Tobias Brunner tobias at strongswan.org
Mon Apr 14 18:31:08 CEST 2014


Hi Christoph,

> +	if (this->max_level[group] < level &&
> +		this->max_vlevel[group] < level)
> +		return;

Unfortunately, this might not be thread-safe.  It's essentially the same
problem I described in my response to your half-open IKE_SA patch.
Because the log levels/logger registrations can be changed at runtime
the threads that are calling vlog() might not be aware of these updates.

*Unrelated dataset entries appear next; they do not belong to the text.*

// File facts: one parse and one lowering pass per file, cached by content hash, plus the indexes views ask for.
import { createHash } from 'node:crypto';
import type { PythonParser, Tree } from './parser';
import { lowerModule, type LoweredStatements } from './lower';
import { dottedName, walkExpr, walkStmts, stmtExprs, type CallExpr, type ClassStmt, type DefStmt, type ModuleIR, type Span } from './ir';

export interface ImportFact {
  /** Local name bound. */
  local: string;
  /** Module imported from (absolute or relative with `level` dots). */
  module: string;
  level: number;
  /** Imported member (for `from m import x`), or null for `import m`. */
  member: string | null;
  span: Span;
}

export interface CallFact {
  /** The callee as written (`nn.Conv2d`, `self.bn`), or null for computed callees. */
  callee: string | null;
  positional: number;
  keywords: string[];
  call: CallExpr;
}

export interface Comment {
  line: number;
  /** Text after `#`. */
  text: string;
  /** True when the comment is the only thing on its line. */
  ownLine: boolean;
  span: Span;
}

export interface FileFacts {
  hash: string;
  ir: ModuleIR;
  imports: ImportFact[];
  classes: ClassStmt[];
  /** Top-level function definitions (methods live in their class body). */
  functions: DefStmt[];
  calls: CallFact[];
  /** Comments that mention regwise (allowances); other comments are not kept. */
  comments: Comment[];
  notes: string[];
}

export function contentHash(text: string): string {
  return createHash('sha1').update(text).digest('hex');
}

/**
 * Extracts facts from text (parsing it), or from a given tree (the editor's incremental tree); `reuse` holds the
 * lowered statements of the file's previous version (see LoweredStatements).
 */
export function extractFacts(parser: PythonParser, text: string, tree?: Tree, reuse?: LoweredStatements): FileFacts {
  const t = tree ?? parser.parse(text);
  const ir = lowerModule(t, text, reuse);
  const imports: ImportFact[] = [];
  const classes: ClassStmt[] = [];
  const functions: DefStmt[] = [];
  const calls: CallFact[] = [];
  for (const s of ir.body) if (s.k === 'def') functions.push(s);
  walkStmts(ir.body, (s) => {
    if (s.k === 'import') {
      for (const n of s.names) {
        if (n.alias) imports.push({ local: n.alias, module: n.module, level: 0, member: null, span: s.span });
        else imports.push({ local: n.module.split('.')[0], module: n.module, level: 0, member: null, span: s.span });
      }
    } else if (s.k === 'from') {
      for (const n of s.names) imports.push({ local: n.alias ?? n.name, module: s.module, level: s.level, member: n.name, span: s.span });
    } else if (s.k === 'class') classes.push(s);
    for (const e of stmtExprs(s)) {
      walkExpr(e, (x) => {
        if (x.k === 'call') calls.push({ callee: dottedName(x.fn), positional: x.args.length, keywords: x.kwargs.map((k) => k.name), call: x });
      });
    }
  });
  const notes: string[] = [];
  if (ir.syntaxErrors.length) notes.push(`${ir.syntaxErrors.length} syntax error(s); the rest of the file was analysed`);
  if (ir.truncated) notes.push(`${ir.truncated} subtree(s) nested too deeply were not analysed`);
  const comments = regwiseComments(t, text);
  if (!tree) t.delete();
  return { hash: contentHash(text), ir, imports, classes, functions, calls, comments, notes };
}

/** Finds `# ... regwise ...` comments without walking the whole tree: search the text, confirm with the tree. */
function regwiseComments(tree: Tree, text: string): Comment[] {
  const out: Comment[] = [];
  for (let i = text.indexOf('regwise'); i !== -1; i = text.indexOf('regwise', i + 7)) {
    const node = tree.rootNode.descendantForIndex(i);
    if (!node || node.type !== 'comment') continue;
    if (out.length && out[out.length - 1].span.start === node.startIndex) continue;
    const lineStart = text.lastIndexOf('\n', node.startIndex - 1) + 1;
    const ownLine = text.slice(lineStart, node.startIndex).trim() === '';
    out.push({
      line: node.startPosition.row,
      text: node.text.replace(/^#\s?/, ''),
      ownLine,
      span: { start: node.startIndex, end: node.endIndex, line: node.startPosition.row, col: node.startPosition.column, endLine: node.endPosition.row, endCol: node.endPosition.column },
    });
  }
  return out;
}

/** A content-hash cache: unchanged files are never parsed again. */
export class FactsCache {
  private readonly byHash = new Map<string, FileFacts>();
  constructor(private readonly parser: PythonParser, private readonly limit = 20000) {}

  get(text: string): FileFacts {
    const h = contentHash(text);
    const hit = this.byHash.get(h);
    if (hit) return hit;
    const f = extractFacts(this.parser, text);
    if (this.byHash.size >= this.limit) this.byHash.delete(this.byHash.keys().next().value!);
    this.byHash.set(h, f);
    return f;
  }

  put(facts: FileFacts): void {
    this.byHash.set(facts.hash, facts);
  }
}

> +  49.87%  charon  [kernel.kallsyms]                [k] do_raw_spin_lock

I was not able to reproduce numbers that come even close on a x64 Ubuntu
Linux system.  On what platform/architecture are you running this?  And
how exactly did you determine the numbers?  For instance, what is charon
doing during your perf record run?  And how is it configured (e.g.
charon.threads)?

It seems strange that acquiring an *uncontested* read lock (the write
lock is only very rarely held, in your case probably never) can produce
such a massive overhead.  Acquiring such a lock should be possible
without syscall, just some atomic compare-and-swap operation should be
sufficient.

Unless, of course, your architecture does not support such atomic
operations, hence the library has to resort to using a regular
(spin-)lock.  Or if the library just is not optimized very much and
always does this.

It might not be a bad idea to check if there is any potential in
optimizing the pthread_rwlock_rdlock implementation in the pthread
library you are using.  Since this rwlock is not the only one in the
strongSwan code base it might increase the overall performance (but this
is definitely the lock that is most often acquired).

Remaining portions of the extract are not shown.